Read in the train and test data, and the k-nts+ (k=3) data for $h = 1$.

In [3]:
train_data = pd.read_csv("../../Data/Train/Clean/m3_monthly_micro_h1.csv", header=None, skiprows=1)
protected_data = pd.read_csv("../../Data/Train/Clean/protected_m3_monthly_micro_h1_k-nts-plus_3.csv", header=None, skiprows=1)

In [4]:
# convert to a list of series, drop missing values
train_data = [x.dropna() for _, x in train_data.iterrows()]
protected_data = [x.dropna() for _, x in protected_data.iterrows()]
test_data = pd.read_csv(forecasts_path + "Test_h1.csv")

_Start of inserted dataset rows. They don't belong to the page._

import type { Browser, Page } from 'playwright-core';
import { afterAll, beforeAll, describe, expect, it } from 'vitest';
import { addDays, dayOf, formatDay } from '@/core/day-time';
import {
  allAxeFindings,
  DESKTOP,
  keepPicture,
  launchBrowser,
  newVisitor,
  PHONE,
  type Visitor,
} from '../helpers/browser';
import { type ServedApp, serveApp } from '../helpers/serve-app';
import { signInDemo } from '../helpers/sign-in';

const SIT = '/clubs/tansy-fork/sit';
/** A day further ahead than the next window, by the demo club's clock. */
const DAY = addDays(dayOf(Date.now(), 'America/New_York'), 9);
const AHEAD = formatDay(DAY);

let app: ServedApp;
let browser: Browser;
let desk: Visitor;
let phone: Visitor;

beforeAll(async () => {
  app = await serveApp({ seed: true });
  browser = await launchBrowser();
  desk = await newVisitor(browser, app.url, DESKTOP);
  phone = await newVisitor(browser, app.url, PHONE);
  await signInDemo(desk.page, 'nora');
  await signInDemo(phone.page, 'odalys');
});

afterAll(async () => {
  await browser?.close();
  await app?.stop();
});

/** The signed-in admin in a browser of other settings. */
async function likeDesk(options: Parameters<Browser['newContext']>[0]): Promise<Page> {
  const storageState = await desk.context.storageState();
  const context = await browser.newContext({ baseURL: app.url, viewport: DESKTOP, ...options, storageState });
  return context.newPage();
}

/** A window ahead in which the person may book, and the first stand they may; the page then shows it. */
async function freeStand(page: Page): Promise<{ address: string; stand: string }> {
  await page.goto(SIT);
  for (let step = 0; step < 12; step++) {
    const free = page.getByRole('button', { name: /^Book / });
    if (step > 1 && (await free.count()) > 0) {
      return { address: page.url(), stand: ((await free.first().textContent()) ?? '').replace(/^Book /, '') };
    }
    const next = await page.locator('a[rel="next"]').getAttribute('href');
    await page.goto(next ?? SIT);
  }
  throw new Error('No window of the demo has a stand to book.');
}

describe('the Sit screen', () => {
  it('has the ranked list in its first answer, and turns to another window, without any script', async () => {
    const page = await likeDesk({ javaScriptEnabled: false });
    await page.goto(`${SIT}?day=${DAY}&window=morning`);
    const known = page.getByRole('main').getByRole('heading', { level: 3 });
    expect(await known.count()).toBeGreaterThan(10);
    expect(await page.getByRole('heading', { level: 1 }).textContent()).toBe(`${AHEAD}, morning`);
    await page.getByLabel('Window', { exact: true }).selectOption('evening');
    await page.getByRole('button', { name: 'Show' }).click();
    await page.getByRole('heading', { level: 1, name: `${AHEAD}, evening` }).waitFor();
    await page.context().close();
  });

  it('sets two stands side by side', async () => {
    const { page } = desk;
    await page.goto(SIT);
    const first = page.locator('[data-row]').first();
    await first.click();
    const choice = page.getByLabel('Compare with');
    const other = await choice.locator('option').nth(1).textContent();
    await choice.selectOption({ index: 1 });
    const dialog = page.getByRole('dialog', { name: 'Side by side' });
    await dialog.getByRole('columnheader', { name: other ?? '' }).waitFor();
    for (const line of ['Sit score', 'Quiet', 'Way in', 'Speaks against it']) {
      expect(await dialog.getByRole('rowheader', { name: line, exact: true }).count(), line).toBe(1);
    }
    expect(await allAxeFindings(page)).toEqual([]);
    await keepPicture(page, 'compare');
    await page.keyboard.press('Escape');
    await dialog.waitFor({ state: 'hidden' });
  });

  it('shares a sit by a link that opens it for another member, and for nobody outside', async () => {
    const { page } = desk;
    await page.getByRole('button', { name: 'Share this sit' }).click();
    const link = await page.getByLabel('Link to this sit').inputValue();
    const stand = (await page.locator('[data-row][aria-expanded="true"]').textContent()) ?? '';
    await phone.page.goto(link);
    const open = phone.page.locator('[data-row][aria-expanded="true"]');
    await open.waitFor();
    expect((await open.textContent())?.replace(/^\d+\. /, '')).toBe(stand.replace(/^\d+\. /, ''));
    await phone.page.getByRole('heading', { name: 'Why this score' }).waitFor();
    await keepPicture(phone.page, 'shared-sit');
    const outside = await browser.newContext({ baseURL: app.url });
    const stranger = await outside.newPage();
    await stranger.goto(link);
    expect(new URL(stranger.url()).pathname).toBe('/sign-in');
    await outside.close();
  });

  it('remembers the weapon, and the way back to the window that was looked at', async () => {
    const { page } = desk;
    await page.goto(`${SIT}?day=${DAY}&window=morning`);
    await page.getByRole('heading', { level: 1, name: `${AHEAD}, morning` }).waitFor();
    await page.getByLabel('Weapon', { exact: true }).selectOption('bow');
    await page.waitForURL(/weapon=bow/);
    await page.goto(SIT);
    expect(await page.getByLabel('Weapon', { exact: true }).inputValue()).toBe('bow');
    await page.getByRole('link', { name: `Back to ${AHEAD}, morning` }).click();
    await page.waitForURL(new RegExp(`day=${DAY}`));
    await page.getByLabel('Weapon', { exact: true }).selectOption('');
    await page.waitForURL((url) => !url.search.includes('weapon'));
    await page.goto(SIT);
    expect(await page.getByLabel('Weapon', { exact: true }).inputValue()).toBe('');
  });

  it('shows what has changed when it is come back to, and says when it cannot look', async () => {
    const { address, stand } = await freeStand(phone.page);
    const page = await likeDesk({});
    await page.clock.install();
    await page.goto(address);
    const row = page.locator('[data-row]').filter({ hasText: stand });
    await row.waitFor();
    const comeBack = async () => {
      await page.clock.fastForward('01:00');
      await page.evaluate(() => document.dispatchEvent(new Event('visibilitychange')));
    };
    const old = page.getByText('This list may be old');
    await page.context().setOffline(true);
    // Again and again, since nothing tells from outside when the page's script has come.
    const tried = async () => {
      await comeBack();
      return old.count();
    };
    await expect.poll(tried, { timeout: 30_000, interval: 500 }).toBe(1);
    await page.context().setOffline(false);
    await page.getByRole('button', { name: 'Try again' }).click();
    await old.waitFor({ state: 'detached' });
    expect(await row.count()).toBe(1);
    await phone.page.getByRole('button', { name: `Book ${stand}`, exact: true }).click();
    await phone.page.getByRole('dialog').getByRole('button', { name: 'Book this sit' }).click();
    await phone.page.getByText('Sit booked').first().waitFor();
    await comeBack();
    await row.waitFor({ state: 'detached' });
    await page.getByRole('region', { name: 'Not open' }).getByText(stand, { exact: true }).waitFor();
    await page.context().close();
  });

  it('names the zone to a reader whose clock differs, and to no other', async () => {
    const note = 'Times are by the club';
    const far = await likeDesk({ timezoneId: 'Europe/Berlin' });
    await far.goto(SIT);
    await far.getByText(note).waitFor();
    await far.context().close();
    const near = await likeDesk({ timezoneId: 'America/New_York' });
    await near.goto(SIT);
    await near.locator('html[data-light="day"], html[data-light="dark"]').waitFor();
    expect(await near.getByText(note).count()).toBe(0);
    await near.context().close();
  });
});

describe('the Week screen', () => {
  it('prints whole, on sheets laid on their side', async () => {
    const { page } = desk;
    await page.setViewportSize({ width: 1056, height: 816 });
    await page.goto('/clubs/tansy-fork/week');
    await page.emulateMedia({ media: 'print' });
    const widths = await page.evaluate(() => [
      document.documentElement.scrollWidth,
      document.querySelector('.week-table')?.scrollWidth ?? 0,
    ]);
    expect(Math.max(...widths)).toBeLessThanOrEqual(1056);
    await keepPicture(page, 'week-print');
    const pdf = (await page.pdf({ preferCSSPageSize: true })).toString('latin1');
    const sheets = [...pdf.matchAll(/\/MediaBox\s*\[0 0 ([\d.]+) ([\d.]+)\]/g)];
    expect(sheets.some(([, width, height]) => Number(width) > Number(height))).toBe(true);
    await page.emulateMedia({ media: 'screen' });
    await page.setViewportSize(DESKTOP);
  });
});

it('leaves no trouble in any console and asks nothing of the outside', () => {
  expect([...desk.troubles, ...phone.troubles]).toEqual([]);
});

# import original time series features
# features = pd.read_csv("../../Data/Train/Clean/tsfeatures/tsfeatures_h1.csv")

Set up simple linear regression to estimate the slope of the time series.

In [5]:
from sklearn.linear_model import LinearRegression

In [6]:
slopes = []
for i,j in enumerate(train_data):
    x = np.array(np.arange(0, j.shape[0])).reshape(-1,1)
    model = LinearRegression().fit(x, j)
    slopes.append(model.coef_[0])

Calculate coefficients of variation for the original and protected data sets.
Compute the bins.

In [7]:
coef_vars = np.array([np.std(x, ddof=1)/np.mean(x) for x in train_data]).reshape(-1,1)
protected_coef_vars = np.array([np.std(x, ddof=1)/np.mean(x) for x in protected_data]).reshape(-1,1)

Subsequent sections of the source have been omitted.